College: Snobs Only?

I've been seeing a lot of lectures and articles lately that ask "are students learning enough/anything/the right things," and generally questioning the value of a college education.

The most striking example was from my favorite candidate, Mr. Rick Santorum, when he said this:

Not all folks are gifted in the same way. ... Some people have incredible gifts with their hands. Some people have incredible gifts and ... want to work out there making things. President Obama once said he wants everybody in America to go to college. What a snob.
There are good decent men and women who go out and work hard every day and put their skills to test that aren’t taught by some liberal college professor trying to indoctrinate them.
Oh, I understand why he wants you to go to college. He wants to remake you in his image. I want to create jobs so people can remake their children into their image, not his.


First of all, all the people I know who didn't go to college desperately want their children to be able to attend college. To imply that poor people don't want to go to college is a little far-fetched.

But his comments got me thinking--what would my life have been like if I hadn't gone to college? First off, I probably wouldn't have left Maine. I would probably have started working retail and/or secretarial jobs (the kind of things I did during summers and winters in college). I might now be at a place similar to where my Aunt Norma was at my age: twice divorced, living with my two kids and working at a bottling plant.

What do you guys think--any regrets about deciding to go to college? And should we be encouraging every kid to go to college? Maybe Rick Santorum just feels that college campuses are full of heathen liberals who will crush your children's belief in God?

R.I.P. Celebrities

Long time, guys! I'm just now emerging from the seclusion of writing my final project--nice to have a break from the cycle of writing and procrastination.

I'm not normally one who gets all weepy about celebrity deaths, but for some reason I was particularly struck by Whitney Houston's death this weekend. I can't say I was surprised, but I guess I had imagined that her life would be much like Liz Taylor's--she would live hard and crazy, but would be with us for a long time yet. Watching the video below (and the Grammys last night) just made me remember how much I loved her songs as a kid. She missed out on half her life (dead at 48!) and we missed out on many more years of her performances. (If there is any doubt, I submit Tony Bennett and Johnny Cash a exhibits A and B of singers entertaining us well into their old age.)

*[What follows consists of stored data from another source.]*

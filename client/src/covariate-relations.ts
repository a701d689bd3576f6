/**
 * Covariate relations on a model quantity: a small "depends on the subject" control under the
 * quantity's field, folded until used, that lists the quantity's relations (covariate, kind,
 * coefficient, reference or factors per category) and adds or removes them. The first relation
 * turns the plain quantity into { typical, covariates: [...] } (keeping `cv`, `name` and
 * `variation` when the quantity already varies between subjects); removing the last one turns
 * it back into the plain value unless it still varies. After a run the field also says what the
 * relations made of the typical value for this subject (`result.subject.adjustments`, by path).
 */
import type { SimulationResultJson } from '../../models/result/result-format.ts';
import { fmt } from '../../models/result/summary-text.ts';
import { fieldId, h } from './dom.ts';
import { button } from './fields.ts';
import { isNumberText, scenarioUnitOf, type Dim, type UnitSet } from './quantity.ts';
import type { ScenarioStore } from './store.ts';

type Rerender = (focusAfter?: string) => void;
export type SubjectOutcome = NonNullable<SimulationResultJson['subject']>;
export type Adjustment = SubjectOutcome['adjustments'][number];
export type RelationKind = 'power' | 'linear' | 'exponential' | 'factors';

const kindWords: [RelationKind, string][] = [
  ['power', 'power'],
  ['linear', 'linear'],
  ['exponential', 'exponential'],
  ['factors', 'per category'],
];

/** The given covariates the page offers, and the ones the published formulas derive from them. */
export const givenCovariates = ['weight', 'height', 'age', 'sex', 'serumCreatinine'] as const;
export const derivedCovariates = ['bmi', 'bsa', 'crcl', 'ibw', 'lbw'] as const;

/** Units a reference may be written in, per covariate (the server converts; the first is the one it reads in). */
const referenceUnits: Record<string, string[]> = {
  weight: ['kg', 'g', 'lb'],
  height: ['cm', 'm', 'inch'],
  age: ['year', 'month', 'week', 'day'],
  serumCreatinine: ['mg/dL', 'umol/L'],
  crcl: ['mL/min', 'L/h'],
  bsa: ['m^2'],
  bmi: ['kg/m^2'],
  ibw: ['kg'],
  lbw: ['kg'],
};

// ---- the last run's subject, read by the fields and the diagram ----

let outcome: { subject: SubjectOutcome; units: UnitSet } | null = null;

/** Keeps the subject part of the last successful run (null when it had no subject). */
export function setSubjectOutcome(subject: SubjectOutcome | null, units: UnitSet): void {
  outcome = subject ? { subject, units } : null;
}

export function subjectOutcome(): { subject: SubjectOutcome; units: UnitSet } | null {
  return outcome;
}

/** The last run's adjustment of the quantity at a JSON path, if the relations changed it. */
export function adjustmentAt(path: string): Adjustment | null {
  return outcome?.subject.adjustments.find((a) => a.path === path) ?? null;
}

/** "4.87 L/h": an adjusted value in the scenario's unit of its dimension (the engine reports scenario units); a fraction (dim null, a bioavailability) has none. */
export function adjustedText(value: number, dim: Dim | null, units: UnitSet): string {
  return dim === null ? fmt(value) : `${fmt(value)} ${scenarioUnitOf(dim, units)}`;
}

/** Only the covariate relations' part of an adjustment (the words of a cv are about the population). */
function relationWords(a: Adjustment): string[] {
  return a.relations.filter((w) => w.startsWith('×'));
}

// ---- reading and writing the quantity ----

function isObject(v: unknown): v is Record<string, unknown> {
  return typeof v === 'object' && v !== null && !Array.isArray(v);
}

function relationsOf(value: unknown): Record<string, unknown>[] {
  if (!isObject(value) || !Array.isArray(value.covariates)) return [];
  return value.covariates.filter(isObject);
}

export function relationKind(r: Record<string, unknown>): RelationKind {
  for (const k of ['factors', 'power', 'linear', 'exponential'] as const) if (r[k] !== undefined) return k;
  return 'power';
}

/** Adds a relation; a plain quantity becomes { typical, covariates }. */
export function addRelation(store: ScenarioStore, path: string, relation: Record<string, unknown>): void {
  const value = store.get(path);
  if (isObject(value)) store.set(`${path}.covariates`, [...relationsOf(value), relation]);
  else store.set(path, { typical: value ?? '', covariates: [relation] });
}

/** Removes relation j; without relations the quantity is its plain typical value again, unless it varies between subjects. */
export function removeRelation(store: ScenarioStore, path: string, j: number): void {
  const value = store.get(path);
  if (!isObject(value)) return;
  const left = relationsOf(value).filter((_, k) => k !== j);
  if (left.length > 0) {
    store.set(`${path}.covariates`, left);
    return;
  }
  const { covariates: _gone, ...rest } = value;
  store.set(path, rest.cv !== undefined ? rest : rest.typical);
}

/** A coefficient as typed: a JSON number when it reads as one, else the text (the server names it). */
function numberOrText(text: string): number | string | undefined {
  const t = text.trim();
  if (t === '') return undefined;
  return isNumberText(t) ? Number(t) : t;
}

/** The covariates a relation may name: the subject's own and the derived ones (with their units, from the last run). */
export function covariateNames(store: ScenarioStore): string[] {
  const subject = store.get('subject');
  const own = isObject(subject) ? Object.keys(subject) : [];
  const ran = outcome ? Object.keys(outcome.subject.covariates) : [];
  return [...new Set([...givenCovariates, ...derivedCovariates, ...own, ...ran])];
}

/** Units offered for a reference of this covariate: its own table, or the unit its value was written in. */
function unitsFor(store: ScenarioStore, on: string): string[] {
  if (referenceUnits[on]) return referenceUnits[on];
  const written = store.get(`subject.${on}`);
  if (typeof written === 'string') {
    const m = /^\s*[-+]?(?:\d+\.?\d*|\.\d+)(?:[eE][-+]?\d+)?\s*(.+?)\s*$/.exec(written);
    if (m) return [m[1]];
  }
  const ranUnit = outcome?.subject.covariates[on]?.unit;
  return ranUnit ? [ranUnit] : [''];
}

/** Categories a per-category relation offers: sex's two, the subject's own word, and those already listed. */
function categoriesFor(store: ScenarioStore, on: string, factors: Record<string, unknown>): string[] {
  const list = on === 'sex' ? ['female', 'male'] : [];
  const word = store.get(`subject.${on}`);
  if (typeof word === 'string' && !/^\s*[-+]?(\d|\.\d)/.test(word)) list.push(word.trim());
  return [...new Set([...list, ...Object.keys(factors)])];
}

// ---- the control ----

/** Paths whose relations the user unfolded (they stay open across re-renders). */
const unfolded = new Set<string>();

/**
 * The "depends on the subject" control for the quantity at `path` (dimension `dim`, null for a fraction), to append
 * to its field: the relations, and after a run the value the relations gave this subject.
 */
export function relationsControl(store: ScenarioStore, path: string, dim: Dim | null, rerender: Rerender): HTMLElement {
  const relations = relationsOf(store.get(path));
  const details = h('details', { class: 'relations', 'data-testid': `relations-${path}` });
  details.open = relations.length > 0 || unfolded.has(path);
  details.addEventListener('toggle', () => {
    if (details.open) unfolded.add(path);
    else unfolded.delete(path);
  });
  const count = relations.length ? ` (${relations.length})` : '';
  details.append(h('summary', { 'data-focus-key': `relations:${path}` }, `depends on the subject${count}`));

  const listId = `${fieldId(path)}-covariates`;
  details.append(h('datalist', { id: listId }, ...covariateNames(store).map((n) => h('option', { value: n }))));
  relations.forEach((r, j) => details.append(relationRow(store, path, j, r, listId, rerender)));
  if (relations.length === 0) details.append(h('p', { class: 'hint' }, 'No covariate relations: the value is the same for every subject.'));
  details.append(
    button('Add relation', { class: 'quiet small', 'data-testid': `add-relation-${path}`, 'data-focus-key': `add-relation:${path}` }, () => {
      addRelation(store, path, { on: '', power: 1 });
      unfolded.add(path);
      rerender(`path:${path}.covariates[${relations.length}].on`);
    }),
  );

  const wrap = h('div', { class: 'relations-box' }, details);
  const note = relations.length > 0 ? adjustmentNote(path, dim) : null;
  if (note) wrap.append(note);
  return wrap;
}

/** "typical 6 L/h → 4.87 L/h for this subject", with the relations in words; null before a run that adjusted it. */
function adjustmentNote(path: string, dim: Dim | null): HTMLElement | null {
  const a = adjustmentAt(path);
  if (!a || !outcome) return null;
  const u = outcome.units;
  const words = relationWords(a);
  return h(
    'p',
    { class: 'adjustment-note', 'data-testid': `adjustment-${path}`, role: 'status' },
    h('span', { class: 'adjusted-mark', 'aria-hidden': 'true' }, '◆ '),
    `typical ${adjustedText(a.typical, dim, u)} → `,
    h('strong', { 'data-testid': `adjusted-value-${path}` }, adjustedText(a.value, dim, u)),
    ' for this subject',
    words.length ? h('span', { class: 'relation-words' }, ` (${words.join(' ')})`) : null,
  );
}

function relationRow(store: ScenarioStore, path: string, j: number, r: Record<string, unknown>, listId: string, rerender: Rerender): HTMLElement {
  const p = `${path}.covariates[${j}]`;
  const kind = relationKind(r);
  const on = typeof r.on === 'string' ? r.on : '';

  const onInput = h('input', {
    type: 'text',
    id: fieldId(`${p}.on`),
    'data-path': `${p}.on`,
    list: listId,
    value: on,
    autocomplete: 'off',
    spellcheck: 'false',
    placeholder: 'e.g. weight',
    class: 'covariate-name',
  });
  onInput.addEventListener('input', () => store.set(`${p}.on`, onInput.value.trim()));
  // The reference's units and the categories follow the covariate: redraw when it is settled.
  onInput.addEventListener('change', () => rerender());

  const kindSelect = h('select', { id: fieldId(`${p}-kind`), 'data-focus-key': `kind:${p}`, 'data-path': p });
  for (const [v, l] of kindWords) kindSelect.append(h('option', { value: v }, l));
  kindSelect.value = kind;
  kindSelect.addEventListener('change', () => {
    setKind(store, p, r, kindSelect.value as RelationKind);
    rerender(`key:kind:${p}`);
  });

  const parts: HTMLElement[] = [
    labelled(`${p}.on`, 'Covariate', onInput),
    labelled(`${p}-kind`, 'Kind', kindSelect),
  ];
  if (kind === 'factors') parts.push(factorsBox(store, p, on, isObject(r.factors) ? r.factors : {}, rerender));
  else {
    const coef = h('input', {
      type: 'text',
      id: fieldId(`${p}.${kind}`),
      'data-path': `${p}.${kind}`,
      value: r[kind] === undefined ? '' : String(r[kind]),
      inputmode: 'decimal',
      autocomplete: 'off',
      class: 'num-input',
      title: kind === 'power' ? 'typical × (covariate / reference)^coefficient' : kind === 'linear' ? 'typical × (1 + coefficient × (covariate − reference))' : 'typical × exp(coefficient × (covariate − reference))',
    });
    coef.addEventListener('input', () => store.set(`${p}.${kind}`, numberOrText(coef.value) ?? ''));
    parts.push(labelled(`${p}.${kind}`, 'Coefficient', coef), referenceField(store, p, on, r.reference));
  }
  parts.push(
    h(
      'div',
      { class: 'field remove' },
      button('Remove', { class: 'quiet small', 'data-focus-key': `remove-relation:${p}`, 'aria-label': `Remove relation ${j + 1}${on ? ` on ${on}` : ''}` }, () => {
        removeRelation(store, path, j);
        rerender(`key:relations:${path}`);
      }),
    ),
  );
  return h('div', { class: 'relation-row', role: 'group', 'aria-label': `Relation ${j + 1}${on ? ` on ${on}` : ''}` }, ...parts);
}

function labelled(path: string, text: string, control: HTMLElement, extra?: HTMLElement): HTMLElement {
  return h('div', { class: 'field' }, h('label', { for: fieldId(path) }, text), h('div', { class: 'control' }, control, extra ?? null));
}

/** Another kind: the coefficient moves with it; a category relation has factors and no reference. */
function setKind(store: ScenarioStore, p: string, r: Record<string, unknown>, next: RelationKind): void {
  const was = relationKind(r);
  if (was === next) return;
  const coefficient = was === 'factors' ? undefined : r[was];
  store.set(`${p}.${was}`, undefined);
  if (next === 'factors') {
    store.set(`${p}.reference`, undefined);
    store.set(`${p}.factors`, {});
  } else store.set(`${p}.${next}`, coefficient ?? (next === 'power' ? 1 : 0));
}

/** The reference: a number and a unit picker whose units follow the covariate. */
function referenceField(store: ScenarioStore, p: string, on: string, current: unknown): HTMLElement {
  const path = `${p}.reference`;
  const units = unitsFor(store, on);
  const text = current === undefined ? '' : String(current);
  const m = /^\s*([-+]?(?:\d+\.?\d*|\.\d+)(?:[eE][-+]?\d+)?)\s*(.*?)\s*$/.exec(text);
  const number = m ? m[1] : text;
  const written = m ? m[2] : '';
  const choices = written !== '' && !units.includes(written) ? [written, ...units] : units;
  const input = h('input', { type: 'text', id: fieldId(path), 'data-path': path, value: number, inputmode: 'decimal', autocomplete: 'off', class: 'num-input', placeholder: on === 'crcl' ? '100' : on === 'weight' ? '70' : '' });
  const select = h('select', { id: `${fieldId(path)}-unit`, 'data-unit-for': path, class: 'unit-select', 'aria-label': 'Unit of the reference' });
  for (const u of choices) select.append(h('option', { value: u }, u === '' ? '(no unit)' : u === 'umol/L' ? 'µmol/L' : u));
  select.value = written !== '' ? written : choices[0];
  const write = () => {
    const t = input.value.trim();
    if (t === '') store.set(path, undefined);
    else if (!isNumberText(t)) store.set(path, t);
    else store.set(path, select.value === '' ? Number(t) : `${t} ${select.value}`);
  };
  input.addEventListener('input', write);
  select.addEventListener('change', write);
  return labelled(path, 'Reference', input, select);
}

/** Factors per category: one box per known category (empty: not listed, factor 1), and a box to name another. */
function factorsBox(store: ScenarioStore, p: string, on: string, factors: Record<string, unknown>, rerender: Rerender): HTMLElement {
  const box = h('div', { class: 'factors', role: 'group', 'aria-label': 'Factor per category' });
  for (const cat of categoriesFor(store, on, factors)) {
    const path = `${p}.factors.${cat}`;
    const input = h('input', { type: 'text', id: fieldId(path), 'data-path': path, value: factors[cat] === undefined ? '' : String(factors[cat]), inputmode: 'decimal', autocomplete: 'off', class: 'num-input', placeholder: '1' });
    input.addEventListener('input', () => store.set(path, numberOrText(input.value)));
    box.append(labelled(path, `× for ${cat}`, input));
  }
  const nameId = fieldId(`${p}-new-category`);
  const name = h('input', { type: 'text', id: nameId, 'data-focus-key': `new-category:${p}`, autocomplete: 'off', placeholder: 'category', class: 'category-name' });
  const add = button('Add category', { class: 'quiet small' }, () => {
    const cat = name.value.trim();
    if (!/^[A-Za-z0-9_-]+$/.test(cat)) return;
    store.set(`${p}.factors.${cat}`, 1);
    rerender(`path:${p}.factors.${cat}`);
  });
  box.append(h('div', { class: 'field' }, h('label', { for: nameId }, 'Another category'), h('div', { class: 'control' }, name, add)));
  return box;
}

So, my question for you all: What are the ingredients that cause us to feel the loss of a public figure in a personal way? And was there ever a celebrity (sports, entertainment, or otherwise) whose passing hit you particularly hard?


Whitney Houston on the death of Michael Jackson by RichJuz

You Must Remember This

This is a bit of a dated issue, but it struck me as interesting. When Osama bin Laden was killed last month, journalists were interviewing all kinds of people for reactions, and it seemed like many twentysomethings felt more emotional about the event than people our age. When it happened I was surprised and relieved, but I knew his death wouldn’t mean the end of the war—it had a strange anti-climactic feeling to it.

What I kept hearing and reading was that people who were kids or teens when 9/11 happened really had their worldview shaped by that event. It seemed like 9/11 was a dividing line between their childhood years and the intrusion of a harsher world. We were 21 and already out of college, so I feel like maybe the impact was different for us.

Then I started to think about the 90s, when we grew up, and what the seminal events were that changed the way I thought about the world. Maybe this is weird to admit, but what I remember most wasn’t the fall of the Berlin Wall or the collapse of the Soviet Union or even the Gulf War, but the televised show trials. I remember people racing home to watch the O.J. Simpson trial, and how the bookstore I worked at sold paperback copies of the Starr Report. Hilariously, I think I also remember the impeachment trials because we had our own mini version at Goucher (when they tried to impeach Ridg Mills from student government). Ah, good times!

I’m curious to know how you guys (and your younger friends) reacted to bin Laden’s death. And what were the big national or world events that made a difference when you were young?